Variability in fault size scaling due to rock strength heterogeneity: a finite element investigation

Abstract

Practical application of fault size scaling relationships usually involves extrapolation of a limited data set over a scale range beyond that observed or into adjacent unstudied areas. Here we investigate the validity of such extrapolations by considering the variability in the size–frequency distributions of fault populations that develop under identical tectonic conditions using a numerical model to generate conjugate, normal fault populations in cross-section. The deforming material is modelled using a strain-softening, Von Mises rheology with Gaussian heterogeneity in yield strength distributed randomly throughout the mesh.
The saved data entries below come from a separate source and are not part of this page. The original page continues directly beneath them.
/// As [`evaluate`], with the lateral shift given explicitly. The coarse search runs planar (the
/// shift moves loads by about a thousandth of a g and costs as much as the rest of the geometry);
/// the polish and the verification use the brief's shift, so what is reported is exact.
pub fn evaluate_shifted(
    brief: &Brief,
    kind: ShapeKind,
    shape: &[f64],
    top_radius_m: f64,
    spacing_m: f64,
    lateral_shift_m: f64,
) -> Result<Evaluation, EvalFailure> {
    if kind == ShapeKind::Profile && brief.profile.is_none() {
        return Err(EvalFailure::Shape(
            "the profile family needs a [profile] table in the brief".into(),
        ));
    }
    let (profile, sized) = match family(kind) {
        Some(fam) => (
            fam.curvature_with_leads(shape, top_radius_m, brief.lead_length_m),
            true,
        ),
        None => (force_first::curvature(brief, shape), false),
    };
    let profile = profile.map_err(|e| EvalFailure::Shape(e.to_string()))?;
    let path = Centreline::build_shifted(
        &profile,
        brief.heartline_height_m,
        spacing_m,
        lateral_shift_m,
    );
    // A force-first loop's size comes from the ride: report the top radius it actually has.
    let top_radius_m = if sized {
        top_radius_m
    } else {
        1.0 / path.top().curvature_1_m
    };
    let cond = conditions(brief);
    let train = simulate_train(&path, &cond, &train_of(brief)).map_err(EvalFailure::Stall)?;
    let (summary, cars) = summarise_train(&path, &train);
    let verdict = check(&summary, &Limits::from(brief));
    let ride = train.cars[0].clone();
    let envelope = None;
    Ok(Evaluation {
        kind,
        shape: shape.to_vec(),
        top_radius_m,
        spacing_m,
        profile,
        path,
        ride,
        train,
        summary,
        cars,
        verdict,
        envelope,
    })
}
We present eight deformation experiments that differ only in the random spatial pattern of yield strengths. We observe power law size–frequency scaling, i.e. N= ax − c (where N is the cumulative number of faults and x is a measure of fault size) but with a range of values of c. The ensemble average value of c decreases with increasing percentage extension. However, for individual model runs the dependence of c on total strain shows significant variability that we can relate to small but important differences in fault growth and strain localisation. At any particular strain, the range of values of c is ∼10 times greater than the error estimate derived from least squares regression of the cumulative frequency data. Our results suggest therefore that large uncertainties should be associated with extrapolating fault population data from one scale or region to another even if the lithology and tectonic history are similar.